■ **What you have to do**
Every line below that contains "over" is to be copied.
[Entries shown Boundary: Start]
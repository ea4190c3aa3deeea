"""The engine fails closed: a rule that crashes, lies or lacks data never lets a review pass."""

from __future__ import annotations

import pytest

from reviewer import hookimpl
from reviewer.engine import review
from reviewer.findings import Finding, Severity, Source, Verdict
from reviewer.plugins import PackManager
from reviewer.profile import load_profile, parse_profile
from reviewer.rule import Rule
from reviewer.session import default_profile
from reviewer.testing import make_build

SOURCE = (Source.common_practice("test rule"),)
PROFILE = parse_profile(
    '[profile]\nname = "test"\nmandatory_rules = ["test.ok"]\n', "test-profile.toml"
)


def _rule(rule_id: str, check) -> Rule:
    return Rule(id=rule_id, title=f"title of {rule_id}", check=check, sources=SOURCE)


def _passing(build, profile):
    """Always passes."""
    yield Finding(Severity.PASS, "whole vehicle", "nothing to see")


def _crashing(build, profile):
    """Raises."""
    raise ZeroDivisionError("boom")


def _wrong_type(build, profile):
    """Returns a string."""
    return ["not a finding"]


def _silent(build, profile):
    """Returns nothing."""
    return []


def _needs_limit(build, profile):
    """Reads a limit the profile lacks."""
    profile.limit("nowhere.to.be.found")
    yield Finding(Severity.PASS, "x", "y")


def _stop(build, profile):
    """Always stops."""
    yield Finding(Severity.STOP, "whole vehicle", "stopped")


BUILD = make_build({})


def test_passing_mandatory_rule_gives_go() -> None:
    result = review(BUILD, PROFILE, [_rule("test.ok", _passing)])
    assert result.verdict is Verdict.GO


@pytest.mark.parametrize("check", [_crashing, _wrong_type, _silent, _needs_limit])
def test_faulty_optional_rule_makes_review_incomplete(check) -> None:
    result = review(BUILD, PROFILE, [_rule("test.ok", _passing), _rule("test.bad", check)])
    assert result.verdict is Verdict.INCOMPLETE
    bad = [f for f in result.findings if f.rule_id == "test.bad"]
    assert [f.severity for f in bad] == [Severity.UNASSESSED]
    assert bad[0].error


def test_crash_error_is_named_in_the_finding() -> None:
    result = review(BUILD, PROFILE, [_rule("test.ok", _crashing)])
    assert "ZeroDivisionError: boom" in result.findings[0].rationale


def test_missing_mandatory_rule_makes_review_incomplete() -> None:
    result = review(BUILD, PROFILE, [])
    assert result.verdict is Verdict.INCOMPLETE
    assert result.findings[0].rule_id == "test.ok"


def test_stop_outranks_incomplete() -> None:
    result = review(BUILD, PROFILE, [_rule("test.ok", _crashing), _rule("test.stop", _stop)])
    assert result.verdict is Verdict.NO_GO


def test_unassessed_mandatory_finding_makes_review_incomplete() -> None:
    def partly(build, profile):
        """One subject assessed, one not."""
        yield Finding(Severity.PASS, "a", "ok")
        yield Finding(Severity.UNASSESSED, "b", "no data", missing=("x.y",))

    result = review(BUILD, PROFILE, [_rule("test.ok", partly)])
    assert result.verdict is Verdict.INCOMPLETE


def test_findings_are_sorted_worst_first_then_by_rule() -> None:
    def mixed(build, profile):
        """Mixed severities."""
        yield Finding(Severity.PASS, "b", "ok")
        yield Finding(Severity.FIX, "a", "fix")
        yield Finding(Severity.STOP, "c", "stop")

    result = review(BUILD, PROFILE, [_rule("test.ok", mixed), _rule("test.aa", mixed)])
    order = [(f.severity, f.rule_id) for f in result.findings]
    assert order == sorted(order, key=lambda p: (p[0].rank, p[1]))
    assert order[0] == (Severity.STOP, "test.aa")


class _GoodPack:
    @hookimpl
    def firstride_register_rules(self):
        return [_rule("good.one", _passing)]


def test_pack_manager_collects_rules(pack_manager: PackManager) -> None:
    pack_manager.register(_GoodPack(), "good", "1.0")
    rules = pack_manager.rules()
    assert [(r.id, r.pack, r.pack_version) for r in rules] == [("good.one", "good", "1.0")]


def test_misspelled_hook_is_an_error(pack_manager: PackManager) -> None:
    class Misspelled:
        @hookimpl
        def firstride_register_rule(self):  # missing the final s
            return []

    with pytest.raises(Exception, match="unknown hook"):
        pack_manager.register(Misspelled(), "typo")


def test_duplicate_and_invalid_rules_are_refused(pack_manager: PackManager) -> None:
    class Duplicate:
        @hookimpl
        def firstride_register_rules(self):
            return [_rule("good.one", _passing)]

    class NoSource:
        @hookimpl
        def firstride_register_rules(self):
            return [Rule(id="bad.rule", title="t", check=_passing, sources=())]

    pack_manager.register(_GoodPack(), "good")
    pack_manager.register(Duplicate(), "dup")
    pack_manager.register(NoSource(), "nosource")
    rules = pack_manager.rules()
    assert [r.id for r in rules] == ["good.one"]
    problems = {p.pack: p.error for p in pack_manager.problems}
    assert "already registered" in problems["dup"]
    assert "no source" in problems["nosource"]


def test_built_in_profile_sources_every_limit() -> None:
    assert not load_profile().limits  # the engine's profile: rules and metadata only
    profile = default_profile()  # over the built-in pack's limits
    assert profile.limits
    for limit in profile.limits.values():
        assert limit.source.citation
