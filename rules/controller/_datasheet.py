"""A controller judged by its own datasheet when its insides are unknown (a sealed unit), and the
switch's current rating when they are known: the current it carries against what it is rated for.
"""

from __future__ import annotations

from collections.abc import Iterator

from firstride_rules.controller._drive import current_limit, floor_tenth, worst_stall

from reviewer.build import Build, Controller
from reviewer.findings import Assumption, Comparison, Finding, Severity, Source, SourceStatus
from reviewer.units import format_number, in_unit, quantity

DATASHEET = Source(
    "The controller's datasheet current ratings (continuous, peak), as entered in the build",
    SourceStatus.USER,
)
HELD = Source.common_practice(
    "A controller that holds its current limit into a locked wheel, with no stall cut-off, "
    "carries that current for as long as the wheel stays locked: its continuous rating applies"
)
INTERNALS = (
    "switch_on_resistance",
    "switch_rise_time",
    "switch_fall_time",
    "switch_max_junction_temperature",
    "switch_thermal_resistance_junction_case",
    "switch_thermal_resistance_case_sink",
    "switch_thermal_resistance_sink_air",
)


def sealed(controller: Controller | None) -> bool:
    """No switch internals given: a sealed unit, judged by its datasheet ratings."""
    return controller is not None and all(getattr(controller, f) is None for f in INTERNALS)


def has_ratings(controller: Controller | None) -> bool:
    return controller is not None and (
        controller.rated_continuous_current is not None or controller.peak_current is not None
    )


def carried(build: Build) -> tuple[float | None, str]:
    """The most current the controller's bridge or switch carries, and how it was found."""
    limit = current_limit(build)
    if limit is not None:
        return limit, "with its limits holding, against a locked wheel"
    stall = worst_stall(build)
    if stall is not None:
        return stall.current, f"with nothing limiting it, the cold stall current of '{stall.motor}'"
    return None, ""


def rating_findings(build: Build, required: tuple[str, ...] = ()) -> Iterator[Finding | Assumption]:
    """The current carried against the peak, continuous and switch current ratings given; a
    rating in ``required`` that the build leaves out is ``unassessed``, naming it."""
    controller = build.controller
    assert controller is not None
    amps, how = carried(build)
    if amps is None:
        yield Finding(
            Severity.UNASSESSED,
            "controller current ratings",
            "The current the controller carries is not known: it needs a motor or battery "
            "current limit, or the battery and every motor's winding resistance.",
            missing=("controller.motor_current_limit", "battery", "motors[].winding_resistance"),
            sources=(DATASHEET,),
        )
        return
    n = format_number
    checks = [
        ("peak_current", "peak", Severity.STOP, "its peak rating"),
        ("rated_continuous_current", "continuous", Severity.FIX, "its continuous rating"),
        ("switch_max_current", "switch current", Severity.STOP, "its switch's current rating"),
    ]
    for field, word, failing, what in checks:
        rating = getattr(controller, field)
        if rating is None:
            if field in required:
                yield Finding(
                    Severity.UNASSESSED,
                    f"controller {word} rating",
                    f"The controller's {word} current rating is not given, so the "
                    f"{n(amps)} A it carries {how} cannot be checked against it.",
                    missing=(f"controller.{field}",),
                    sources=(DATASHEET,),
                )
            continue
        rated = in_unit(rating, "A")
        over = amps > rated + 1e-9
        held = " (held for as long as the wheel stays locked)" if word == "continuous" else ""
        rationale = f"The controller carries up to {n(amps)} A {how}{held}; {what} is {n(rated)} A."
        remedy = None
        if over:
            remedy = (
                f"set controller.motor_current_limit to {floor_tenth(rated):g} A or less, or fit "
                f"a controller whose {word} rating is at least {n(amps)} A"
            )
        yield Finding(
            failing if over else Severity.PASS,
            f"controller {word} rating",
            rationale,
            quantity(amps, "A"),
            quantity(rated, "A"),
            Comparison.AT_MOST,
            remedy,
            (DATASHEET, HELD) if word == "continuous" else (DATASHEET,),
        )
[Entries shown Boundary: End]
■ **Output below**
    profile = default_profile()  # over the built-in pack's limits
        over = amps > rated + 1e-9
        if over:
            failing if over else Severity.PASS,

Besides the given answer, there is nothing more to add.